I — and many on the Street – can’t fathom why a company with so many top-selling brands would, year after year, produce such dismal and disappointing results. Walk the aisles of any drugstore, supermarket or convenience store, and all those shelves are stocked with SLE’s bakery products, beverages, meats, body-care items, detergents, shoe-care products and insecticides. All top-quality brands at moderate prices.

Though the first six months of each recent fiscal year were minimally ahead of expectations, disappointing second-half revenues stumbled lower by 2.7 percent year after year. Despite holding leading market positions with many of its delectable, savory and toothsome brands, earnings during the last 10 years have been paralyzed by management’s inefficiency and cockamamie operating structure.

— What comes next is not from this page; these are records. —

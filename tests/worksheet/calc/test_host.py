"""Calc's argument values -> what xlwings hands the same wrapper in Excel, and results back in
Calc's shape (sheetfuncs/worksheet/calc/host.py). No LibreOffice runs: the arguments are built as
Calc's UNO bridge hands them to the component (numbers as float, blanks as '', text, inline arrays
as rows, a left-out argument as None). The reference for every example is the harness, which
tests/worksheet/test_xlwings_real.py checks against xlwings' own code.
"""

from __future__ import annotations

import datetime as dt
from typing import Any

import pytest

from sheetfuncs.udfs import REGISTRY
from sheetfuncs.worksheet import harness
from sheetfuncs.worksheet.calc.build import cell_range_argument
from sheetfuncs.worksheet.calc.host import CalcRange, argument, call, error_name, range_cells, to_calc
from sheetfuncs.worksheet.docs import resolve
from sheetfuncs.worksheet.functions import EXAMPLE_SHEET
from sheetfuncs.worksheet.registry import MISSING, Arg, Ref

LOGICAL = Arg("labels", "logical", "Labels.", default="auto")
NUMBER = Arg("alpha", "number", "Alpha.", default=0.05)


def _calc_value(v: Any) -> Any:
    """One cell or constant as Calc hands it over: numbers (and logicals) as float, blank ''."""
    if v is None:
        return ""
    if isinstance(v, (bool, int, float)):
        return float(v)
    return v


def _calc_rows(rows: Any) -> tuple[tuple[Any, ...], ...]:
    return tuple(tuple(_calc_value(v) for v in row) for row in rows)


def _calc_argument(value: Any, spec: Arg, cells: tuple[tuple[Any, ...], ...]) -> Any:
    """An example argument as Calc passes it: a data reference as a cell range, any other
    reference or inline array as rows of values, a left-out argument as None."""
    if isinstance(value, Ref):
        rows = resolve(value, cells)
        if cell_range_argument(spec.name):
            kinds = {(r, c): "logical" for r, row in enumerate(rows) for c, v in enumerate(row) if isinstance(v, bool)}
            return CalcRange(_calc_rows(rows), kinds=kinds)
        return _calc_rows(rows)
    if value is MISSING:
        return None
    if isinstance(value, tuple):
        return _calc_rows(value)
    return _calc_value(value)


def _harness_argument(value: Any, cells: tuple[tuple[Any, ...], ...]) -> Any:
    return resolve(value, cells) if isinstance(value, Ref) else value


def _shown(calc: Any) -> Any:
    """Calc's rows as the harness shows a table (lists of rows), a value as it is."""
    return [list(row) for row in calc] if isinstance(calc, tuple) else calc


def _same(a: Any, b: Any) -> bool:
    """Equal and of the same type, cell by cell (numbers exactly, text equal); a logical of the
    harness (``a``) is the number 1 or 0 in Calc (``b``), Calc's own form of TRUE and FALSE."""
    if isinstance(a, list):
        return isinstance(b, list) and len(a) == len(b) and all(map(_same, a, b))
    if isinstance(a, bool):
        return type(b) is float and b == float(a)
    return type(a) is type(b) and a == b


# --------------------------------------------------------------------------------------------
# the cells of a range argument


def test_range_cells_blanks_and_errors() -> None:
    rng = CalcRange(
        (("Head A", "Head B", ""), (1.5, "", "cap lost"), (0.0, 2.0, 3.0)),
        errors={(1, 1): 32767, (2, 0): 502, (2, 1): 532},
    )
    assert range_cells(rng) == [["Head A", "Head B", None], [1.5, "#N/A", "cap lost"], ["Err:502", "#DIV/0!", 3.0]]


def test_error_names() -> None:
    # Calc's error codes (from memory: LibreOffice's FormulaError numbers as Calc shows them)
    assert [error_name(c) for c in (32767, 532, 503, 519, 524, 525, 521)] == [
        "#N/A", "#DIV/0!", "#NUM!", "#VALUE!", "#REF!", "#NAME?", "#NULL!"]
    assert error_name(502) == "Err:502" and error_name(504.0) == "Err:504"


def test_range_cells_logicals_and_dates() -> None:
    rng = CalcRange(
        ((1.0, 0.0, 45000.5), (0.25, "text", 7.0)),
        kinds={(0, 0): "logical", (0, 1): "logical", (0, 2): "date", (1, 0): "time", (1, 1): "date",
               (5, 5): "date"},
    )
    cells = range_cells(rng)
    assert cells[0][:2] == [True, False] and type(cells[0][0]) is bool
    # serial 45000.5 from Calc's default null date 1899-12-30 is 2023-03-15 at noon (from memory,
    # checked on a calendar: serial 45000 is 15 March 2023)
    assert cells[0][2] == dt.datetime(2023, 3, 15, 12, 0)
    assert cells[1] == [dt.datetime(1899, 12, 30, 6, 0), "text", 7.0]  # a time alone is on day zero
    # another null date (the 1904 date system, common practice in old Mac workbooks)
    assert range_cells(CalcRange(((0.0, 1.5),), kinds={(0, 0): "date", (0, 1): "date"}, null_date=(1904, 1, 1))) == [
        [dt.datetime(1904, 1, 1), dt.datetime(1904, 1, 2, 12, 0)]]


def test_error_wins_over_a_format() -> None:
    rng = CalcRange(((0.0,),), errors={(0, 0): 519}, kinds={(0, 0): "logical"})
    assert range_cells(rng) == [["#VALUE!"]]


# --------------------------------------------------------------------------------------------
# any other argument


def test_argument_values() -> None:
    assert argument(None, NUMBER) is None  # left out
    assert argument("", NUMBER) is None  # a blank cell
    assert argument(0.01, NUMBER) == 0.01 and argument("tukey", NUMBER) == "tukey"
    assert argument(1.0, NUMBER) == 1.0 and type(argument(1.0, NUMBER)) is float
    assert argument(1.0, LOGICAL) is True and argument(0.0, LOGICAL) is False  # Calc's TRUE, FALSE
    assert argument(2.0, LOGICAL) == 2.0 and argument("auto", LOGICAL) == "auto"


def test_argument_arrays() -> None:
    # {1;-0.5;-0.5} as Calc passes an inline array
    assert argument(((1.0, -0.5, -0.5),), NUMBER) == [[1.0, -0.5, -0.5]]
    assert argument(((1.0,), ("",), ("B",)), NUMBER) == [[1.0], [None], ["B"]]
    rng = CalcRange((("", 2.0),))
    assert argument(rng, NUMBER) == [[None, 2.0]]


def test_to_calc() -> None:
    assert to_calc(None, "scalar") == "" and to_calc(0.25, "scalar") == 0.25
    assert to_calc("sheetfuncs: no data", "scalar") == "sheetfuncs: no data"
    assert to_calc("sheetfuncs: no data", "table") == (("sheetfuncs: no data",),)
    assert to_calc([["Source", "F"], ["Factor", None]], "table") == (("Source", "F"), ("Factor", ""))


# --------------------------------------------------------------------------------------------
# every registry example, against the harness


def _example_calls(name: str) -> tuple[Any, Any]:
    rec = REGISTRY[name]
    cells = rec.example.cells or EXAMPLE_SHEET
    args = rec.example.args
    given = [_calc_argument(v, a, cells) for v, a in zip(args, rec.args)] + [None] * (len(rec.args) - len(args))
    return call(name, given), harness.call(name, *(_harness_argument(v, cells) for v in args))


@pytest.mark.parametrize("name", list(REGISTRY))
def test_example_equals_harness(name) -> None:
    calc, reference = _example_calls(name)
    if REGISTRY[name].result == "table":
        assert isinstance(calc, tuple) and all(isinstance(r, tuple) for r in calc), f"{name}: rows for Calc"
        assert len({len(r) for r in calc}) == 1, f"{name}: rows of equal length"
    assert _same(reference, _shown(calc)), f"{name}: Calc's result differs from the harness"
    assert not harness.is_message(_shown(calc)), f"{name}: the example gives a message"


def test_blank_result_cells_are_empty_text() -> None:
    calc, reference = _example_calls("SF_TABLE")
    blanks = [(r, c) for r, row in enumerate(reference) for c, v in enumerate(row) if v == harness.BLANK]
    assert blanks and all(calc[r][c] == "" for r, c in blanks)  # harness BLANK '' is Calc's ''


def test_wrong_argument_count_is_one_line() -> None:
    shown = call("SF_P", [CalcRange(_calc_rows(EXAMPLE_SHEET))])
    assert harness.is_message(shown) and "SF_P" in shown


# --------------------------------------------------------------------------------------------
# cells the functions do not take as measurements, as with xlwings


def _sheet_with(r: int, c: int, value: Any) -> list[list[Any]]:
    rows = [list(row) for row in EXAMPLE_SHEET]
    rows[r][c] = value
    return rows


@pytest.mark.parametrize(("code", "cell"), [(32767, harness.NA), (532, harness.DIV0), (502, "Err:502")])
def test_error_cell_names_its_position(code, cell) -> None:
    rng = CalcRange(_calc_rows(EXAMPLE_SHEET), errors={(3, 1): code})
    shown = call("SF_P", [rng, None, None])
    assert harness.is_message(shown)
    assert shown == harness.call("SF_P", _sheet_with(3, 1, cell)), "Calc and xlwings name the error alike"
    assert f"error {error_name(code)} at row 4, column 2 of the range" in shown, shown
    table = call("SF_TABLE", [rng, None, None, None])
    assert table == ((harness.call("SF_TABLE", _sheet_with(3, 1, cell)),),)


def test_date_and_logical_cells_as_with_xlwings() -> None:
    rows = _calc_rows(EXAMPLE_SHEET)
    dated = CalcRange(rows, kinds={(2, 0): "date"})
    expected = harness.call("SF_P", _sheet_with(2, 0, dt.datetime(1899, 12, 30) + dt.timedelta(days=1.49)))
    assert call("SF_P", [dated, None, None]) == expected and harness.is_message(expected)
    logical = CalcRange(_calc_rows(_sheet_with(2, 0, True)), kinds={(2, 0): "logical"})
    assert call("SF_P", [logical, None, None]) == harness.call("SF_P", _sheet_with(2, 0, True))
    assert isinstance(call("SF_P", [logical, None, None]), float)  # a logical is left out, not an error


def test_rows_without_blanks_go_on_as_they_are() -> None:
    rows = (("Head A", "Head B"), (1.5, 2.0), (1.7, 2.4))
    cleaned = range_cells(CalcRange(rows, blanks=False))
    assert cleaned == list(rows) and all(a is b for a, b in zip(cleaned, rows))
    # a formula cell showing empty text ('' with no empty cell in the range) is still a blank to
    # the core: the same p-value as the harness gives with that cell blank (the Python call)
    with_text = (("Head A", "Head B"), (1.5, 2.0), (1.7, ""), (1.6, 2.4))
    given = [CalcRange(with_text, blanks=False), None, None]
    assert call("SF_P", given) == harness.call("SF_P", [list(r) for r in with_text])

So in early 2005, Sara Lee hired Brenda Barnes from PepsiCo (and it seems PepsiCo was delighted to have her leave) as chairman and CEO. I’m not certain of her accomplishments at PepsiCo, but Barnes immediately commenced a major restructuring program, which did help to minimally grow revenues, but margins continued to decline. Her efforts were basically a dead-cat bounce; revenues improved, but earnings continued to founder.

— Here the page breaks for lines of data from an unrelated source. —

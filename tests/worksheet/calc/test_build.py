"""The Calc extension generated from the registry (sheetfuncs/worksheet/calc/build.py): the IDL,
the wizard texts, the component's text, and the whole .oxt compiled with the SDK's real
unoidl-write and read back with unoidl-read (both from LibreOffice's SDK; no LibreOffice runs).
"""

from __future__ import annotations

import ast
import re
import subprocess
import xml.etree.ElementTree as ET
import zipfile
from pathlib import Path
from typing import Any

import pytest

from sheetfuncs.errors import InputError
from sheetfuncs.udfs import REGISTRY
from sheetfuncs.worksheet.calc import build
from sheetfuncs.worksheet.calc.build import (
    CATEGORY, COMPONENT_FILE, addins_xcu, build_extension, compile_idl, component_text, find_sdk_tool,
    idl_text,
)
from sheetfuncs.worksheet.calc.names import SERVICE, argument_name, method_name

OOR = "{http://openoffice.org/2001/registry}"
MANIFEST = "{http://openoffice.org/2001/manifest}"
LANG = "{http://www.w3.org/XML/1998/namespace}lang"
TABLE, SCALAR = "sequence< sequence< any > >", "any"
RANGE = "com::sun::star::table::XCellRange"
CALLER = "com::sun::star::beans::XPropertySet"
# One method declaration, as written by idl_text and as printed by unoidl-read (which adds '::'
# in front of full type names).
METHOD = re.compile(r"^\s*(any|sequence< sequence< any > >) (\w+)\((.*)\);$", re.M)


def _methods(text: str) -> dict[str, tuple[str, list[tuple[str, str]]]]:
    """{method: (return type, [(parameter type, parameter name), ...])} of an IDL text."""
    out = {}
    for returns, name, params in METHOD.findall(text):
        pairs = [p.removeprefix("[in] ").rsplit(" ", 1) for p in params.split(", ")]
        out[name] = (returns, [(t.removeprefix("::"), n) for t, n in pairs])
    return out


def _expected_params(name: str) -> list[tuple[str, str]]:
    """From the registry itself: the caller first, 'data' as a cell range, the others any."""
    return [(CALLER, "document")] + [
        (RANGE if a.name == "data" else "any", argument_name(a.name)) for a in REGISTRY[name].args
    ]


def test_idl_has_one_method_per_function() -> None:
    methods = _methods(idl_text())
    assert sorted(methods) == sorted(method_name(n) for n in REGISTRY)
    for name, rec in REGISTRY.items():
        returns, params = methods[method_name(name)]
        assert returns == (TABLE if rec.result == "table" else SCALAR), f"{name}: returns {returns}"
        assert params == _expected_params(name), f"{name}: parameters {params}"
    assert "interface XFunctions : com::sun::star::uno::XInterface" in idl_text()
    assert idl_text().startswith("module org { module sheetfuncs { module calc { ")


def test_idl_of_a_smaller_registry() -> None:
    two = {n: REGISTRY[n] for n in ("SF_P", "SF_FTAIL")}
    assert sorted(_methods(idl_text(two))) == ["sfFtail", "sfP"]
    # SF_FTAIL has no data range: every argument is any
    assert [t for t, _ in _methods(idl_text(two))["sfFtail"][1]] == [CALLER, "any", "any", "any"]


def _xcu_functions(text: str) -> dict[str, ET.Element]:
    root = ET.fromstring(text.encode("utf-8"))
    assert root.tag == f"{OOR}component-data"
    assert (root.get(f"{OOR}name"), root.get(f"{OOR}package")) == ("CalcAddIns", "org.openoffice.Office")
    (info,) = root
    assert info.get(f"{OOR}name") == "AddInInfo"
    (service,) = info
    assert service.get(f"{OOR}name") == SERVICE
    (functions,) = service
    assert functions.get(f"{OOR}name") == "AddInFunctions"
    return {node.get(f"{OOR}name"): node for node in functions}


def _props(node: ET.Element) -> dict[str, str]:
    out = {}
    for prop in node.findall("prop"):
        (value,) = prop.findall("value")
        out[prop.get(f"{OOR}name")] = value.text or ""
    return out


def test_xcu_holds_the_registry_texts() -> None:
    nodes = _xcu_functions(addins_xcu())
    assert sorted(nodes) == sorted(method_name(n) for n in REGISTRY)
    for name, rec in REGISTRY.items():
        node = nodes[method_name(name)]
        props = _props(node)
        assert props["DisplayName"] == name
        assert props["Description"] == rec.description, f"{name}: description differs"
        assert props["Category"] == CATEGORY == "Add-In"
        assert props["CompatibilityName"] == name
        (params,) = node.findall("node")
        assert params.get(f"{OOR}name") == "Parameters"
        assert [p.get(f"{OOR}name") for p in params] == [argument_name(a.name) for a in rec.args]
        for p, a in zip(params, rec.args):
            assert _props(p) == {"DisplayName": a.name, "Description": a.dialog_text}, f"{name}({a.name})"
        # texts in US English; the category is not localised
        langs = {prop.get(f"{OOR}name"): prop.find("value").get(LANG) for prop in node.findall("prop")}
        assert langs == {"DisplayName": "en-US", "Description": "en-US", "Category": None,
                         "CompatibilityName": "en-US"}


def test_xcu_escapes_markup_in_texts() -> None:
    import dataclasses

    rec = REGISTRY["SF_P"]
    odd = dataclasses.replace(rec, description='p < 0.05 & "quoted" <b>')
    node = _xcu_functions(addins_xcu({"SF_P": odd}))["sfP"]
    assert _props(node)["Description"] == 'p < 0.05 & "quoted" <b>'


def _settings(text: str) -> dict[str, Any]:
    tree = ast.parse(text)
    (value,) = [n.value for n in tree.body if isinstance(n, ast.AnnAssign) and getattr(n.target, "id", "") == "SETTINGS"]
    return ast.literal_eval(value)


def test_component_text_has_its_settings_and_compiles() -> None:
    text = component_text(["/opt/env/lib/python3.11/site-packages", "/tmp/it's here"])
    compile(text, COMPONENT_FILE, "exec")
    settings = _settings(text)
    assert settings["service"] == "org.sheetfuncs.calc.Functions"
    assert settings["site_dirs"] == ["/opt/env/lib/python3.11/site-packages", "/tmp/it's here"]
    assert sorted(settings["functions"].values()) == sorted(REGISTRY)
    assert all(settings["functions"][method_name(n)] == n for n in REGISTRY)
    # the source as shipped keeps its marker, empty: the build fills it
    shipped = Path(build.__file__).with_name("component.py").read_text(encoding="utf-8")
    assert _settings(shipped) == {}
    changed = [(a, b) for a, b in zip(text.splitlines(), shipped.splitlines()) if a != b]
    assert len(text.splitlines()) == len(shipped.splitlines()) and len(changed) == 1
    assert changed[0][0] == f"SETTINGS: dict = {settings!r}"


# --------------------------------------------------------------------------------------------
# the SDK's real programs


def _sdk(name: str) -> Path:
    tool = find_sdk_tool(name)
    assert tool is not None, (
        f"{name} not found; install the LibreOffice SDK (Debian: apt-get install "
        "--no-install-recommends libreoffice-dev libreoffice-dev-common)"
    )
    return tool


def _read_rdb(rdb: Path) -> str:
    """unoidl-read's text of our type library (LibreOffice's registries go first)."""
    tool = _sdk("unoidl-read")
    program = tool.resolve().parents[2] / "program"  # .../libreoffice/sdk/bin/unoidl-read
    done = subprocess.run(
        [str(tool), str(program / "types.rdb"), str(program / "types" / "offapi.rdb"), str(rdb)],
        capture_output=True, text=True, timeout=120,
    )
    assert done.returncode == 0, done.stderr
    return done.stdout


@pytest.fixture(scope="module")
def oxt(tmp_path_factory) -> tuple[build.Built, Path]:
    target = tmp_path_factory.mktemp("oxt") / "out" / "sheetfuncs.oxt"
    return build_extension(target, site_dirs=["/opt/env/site-packages"], version="9.8.7"), target


def test_extension_members(oxt) -> None:
    built, target = oxt
    assert built.path == target and built.size == target.stat().st_size
    assert built.functions == tuple(REGISTRY) and built.site_dirs == ("/opt/env/site-packages",)
    assert target.stat().st_mode & 0o777 == 0o644
    assert not target.with_name(target.name + ".part").exists()
    with zipfile.ZipFile(target) as zf:
        assert zf.testzip() is None
        names = set(zf.namelist())
        assert names == {"META-INF/manifest.xml", "description.xml", "types.rdb", COMPONENT_FILE,
                         "CalcAddIns.xcu"}
        manifest = ET.fromstring(zf.read("META-INF/manifest.xml"))
        entries = {e.get(f"{MANIFEST}full-path"): e.get(f"{MANIFEST}media-type") for e in manifest}
        assert set(entries) <= names and set(entries) == {"types.rdb", COMPONENT_FILE, "CalcAddIns.xcu"}
        assert entries[COMPONENT_FILE] == "application/vnd.sun.star.uno-component;type=Python"
        desc = ET.fromstring(zf.read("description.xml"))
        ns = "{http://openoffice.org/extensions/description/2006}"
        assert desc.find(f"{ns}identifier").get("value") == "org.sheetfuncs.calc"
        assert desc.find(f"{ns}version").get("value") == "9.8.7"
        assert _settings(zf.read(COMPONENT_FILE).decode())["site_dirs"] == ["/opt/env/site-packages"]
        assert sorted(_xcu_functions(zf.read("CalcAddIns.xcu").decode())) == sorted(map(method_name, REGISTRY))


def test_compiled_types_list_every_method(oxt, tmp_path) -> None:
    _, target = oxt
    rdb = tmp_path / "types.rdb"
    with zipfile.ZipFile(target) as zf:
        rdb.write_bytes(zf.read("types.rdb"))
    methods = _methods(_read_rdb(rdb))
    assert sorted(methods) == sorted(method_name(n) for n in REGISTRY)
    for name, rec in REGISTRY.items():
        returns, params = methods[method_name(name)]
        assert returns == (TABLE if rec.result == "table" else SCALAR)
        assert params == _expected_params(name), f"{name}: compiled parameters {params}"


def test_unoidl_write_refuses_an_underscore_before_lower_case() -> None:
    # the rule names.py follows, measured with the SDK: 'factor_name' is not an identifier
    idl = "module a { interface XB : com::sun::star::uno::XInterface { any f([in] any factor_name); }; };\n"
    with pytest.raises(RuntimeError, match="^unoidl-write failed: .*factor_name"):
        compile_idl(idl, _sdk("unoidl-write"))
    assert compile_idl(idl.replace("factor_name", "factorName"), _sdk("unoidl-write"))


def test_missing_unoidl_write_gives_one_line(tmp_path, monkeypatch) -> None:
    monkeypatch.setenv("PATH", str(tmp_path))  # neither unoidl-write nor soffice to be found
    assert find_sdk_tool("unoidl-write") is None
    target = tmp_path / "x.oxt"
    with pytest.raises(InputError) as err:
        build_extension(target)
    line = str(err.value)
    assert line.startswith("sheetfuncs: unoidl-write (LibreOffice SDK) was not found") and "\n" not in line
    assert "apt-get install --no-install-recommends libreoffice-dev libreoffice-dev-common" in line
    assert not target.exists() and not list(tmp_path.iterdir())


def test_unoidl_write_without_type_registries_gives_one_line(tmp_path, monkeypatch) -> None:
    tool = tmp_path / "sdk" / "bin" / "unoidl-write"
    tool.parent.mkdir(parents=True)
    tool.write_text("#!/bin/sh\nexit 0\n")
    tool.chmod(0o755)
    monkeypatch.setenv("PATH", str(tool.parent))
    assert find_sdk_tool("unoidl-write") == tool
    with pytest.raises(InputError, match=r"^sheetfuncs: LibreOffice's type registries .* were not found"):
        compile_idl(idl_text(), tool)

Just last year, Barnes, with a great internal fanfare, initiated another giant restructuring program to improve efficiency and its cost effectiveness. The changes hardly helped, and some say the strain may force her to leave Sara Lee because of health problems. Her most serious problem is her psychopathic management team, many of whom wouldn’t qualify as a french fry specialist at Burger King.

It’s quite telling that SLE’s revenues and earnings per employee are way below those of Kraft, Unilever, Flowers Foods and Hormel. And it’s amazing that SLE, in the last three years, spent more than a billion dollars to buy back 90 million shares of stock. Now the company’s inutile board may be forced to reduce its dividend to preserve cash — and this would be the second time since Barnes took over the helm.

Sara Lee is a $12 billion revenue company, and its iconic products should be immortalized in a Norman Rockwell painting. Unfortunately, SLE’s doddering board of directors wouldn’t know how to pour water from the toe of a boot if instructions were printed on the heel. These bungling mimes are clueless and should be flushed from their corporate “snivel” chairs.

I’d not waste investment dollars on SLE because there are too many better fish in the sea. The board needs a “eureka!” epiphany right away, because the company is becoming dangerously moribund, and rigor mortis is beginning to set in. Sell your stock.